TASK TO COMPLETE> From the records below, copy the lines that include "maskAlign".

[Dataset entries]
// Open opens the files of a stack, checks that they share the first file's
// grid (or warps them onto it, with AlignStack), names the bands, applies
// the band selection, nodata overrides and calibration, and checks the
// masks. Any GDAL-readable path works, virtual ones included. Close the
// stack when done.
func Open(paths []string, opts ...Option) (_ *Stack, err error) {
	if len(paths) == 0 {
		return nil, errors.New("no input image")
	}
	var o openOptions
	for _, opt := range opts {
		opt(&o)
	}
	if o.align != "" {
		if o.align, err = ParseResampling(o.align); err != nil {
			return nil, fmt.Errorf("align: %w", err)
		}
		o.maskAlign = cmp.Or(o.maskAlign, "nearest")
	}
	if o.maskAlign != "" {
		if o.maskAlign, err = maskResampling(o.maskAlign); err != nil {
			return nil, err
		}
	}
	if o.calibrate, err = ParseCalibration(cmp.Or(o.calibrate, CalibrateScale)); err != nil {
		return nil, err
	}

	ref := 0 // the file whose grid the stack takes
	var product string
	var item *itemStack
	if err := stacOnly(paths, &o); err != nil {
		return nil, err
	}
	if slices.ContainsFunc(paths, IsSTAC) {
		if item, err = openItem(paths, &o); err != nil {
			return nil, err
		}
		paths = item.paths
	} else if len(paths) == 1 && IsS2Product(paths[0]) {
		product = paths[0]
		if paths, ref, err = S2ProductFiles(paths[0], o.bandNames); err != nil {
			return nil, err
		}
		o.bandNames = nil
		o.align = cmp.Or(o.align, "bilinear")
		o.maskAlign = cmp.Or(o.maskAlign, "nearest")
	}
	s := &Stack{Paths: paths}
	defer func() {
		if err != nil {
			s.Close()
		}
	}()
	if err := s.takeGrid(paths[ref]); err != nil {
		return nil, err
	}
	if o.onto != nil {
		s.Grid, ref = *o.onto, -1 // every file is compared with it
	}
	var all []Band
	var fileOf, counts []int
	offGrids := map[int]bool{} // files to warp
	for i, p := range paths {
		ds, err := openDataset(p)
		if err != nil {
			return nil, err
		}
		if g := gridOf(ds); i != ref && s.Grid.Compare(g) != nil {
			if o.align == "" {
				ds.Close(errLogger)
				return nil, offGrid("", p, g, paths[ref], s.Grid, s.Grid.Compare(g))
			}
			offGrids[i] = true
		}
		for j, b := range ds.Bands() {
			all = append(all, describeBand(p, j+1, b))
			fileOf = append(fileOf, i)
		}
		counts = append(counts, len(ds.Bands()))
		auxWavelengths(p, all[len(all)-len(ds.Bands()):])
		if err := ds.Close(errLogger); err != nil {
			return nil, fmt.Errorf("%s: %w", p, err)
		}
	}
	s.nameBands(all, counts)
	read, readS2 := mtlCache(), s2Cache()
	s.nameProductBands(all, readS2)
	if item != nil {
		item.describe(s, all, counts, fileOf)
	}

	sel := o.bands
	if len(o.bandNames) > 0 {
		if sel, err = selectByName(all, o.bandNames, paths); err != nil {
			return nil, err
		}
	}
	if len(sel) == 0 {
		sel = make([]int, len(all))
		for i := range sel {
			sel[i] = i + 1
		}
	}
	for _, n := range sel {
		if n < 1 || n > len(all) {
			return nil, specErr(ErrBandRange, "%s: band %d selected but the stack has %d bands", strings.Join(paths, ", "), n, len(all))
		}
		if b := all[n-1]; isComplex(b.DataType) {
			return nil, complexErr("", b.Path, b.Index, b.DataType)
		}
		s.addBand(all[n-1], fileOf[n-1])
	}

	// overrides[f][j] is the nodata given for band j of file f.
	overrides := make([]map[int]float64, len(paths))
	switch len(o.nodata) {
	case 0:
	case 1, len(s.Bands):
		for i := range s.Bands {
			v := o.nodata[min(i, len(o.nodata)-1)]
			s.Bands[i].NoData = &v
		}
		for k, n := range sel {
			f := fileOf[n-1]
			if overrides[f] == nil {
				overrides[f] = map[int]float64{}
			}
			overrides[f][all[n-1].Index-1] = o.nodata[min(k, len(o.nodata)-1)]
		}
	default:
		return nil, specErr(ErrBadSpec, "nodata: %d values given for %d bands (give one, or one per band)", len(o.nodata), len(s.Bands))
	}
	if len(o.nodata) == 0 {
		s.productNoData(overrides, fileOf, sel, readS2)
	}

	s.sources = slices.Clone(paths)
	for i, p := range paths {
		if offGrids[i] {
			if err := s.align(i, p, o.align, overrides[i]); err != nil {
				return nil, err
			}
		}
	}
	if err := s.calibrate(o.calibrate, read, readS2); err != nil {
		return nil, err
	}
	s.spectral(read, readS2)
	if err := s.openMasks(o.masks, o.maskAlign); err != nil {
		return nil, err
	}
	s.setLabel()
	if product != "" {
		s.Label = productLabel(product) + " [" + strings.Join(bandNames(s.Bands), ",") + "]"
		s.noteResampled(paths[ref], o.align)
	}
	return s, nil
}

RESPONSE TO THIS TASK>
		o.maskAlign = cmp.Or(o.maskAlign, "nearest")
	if o.maskAlign != "" {
		if o.maskAlign, err = maskResampling(o.maskAlign); err != nil {
		o.maskAlign = cmp.Or(o.maskAlign, "nearest")
	if err := s.openMasks(o.masks, o.maskAlign); err != nil {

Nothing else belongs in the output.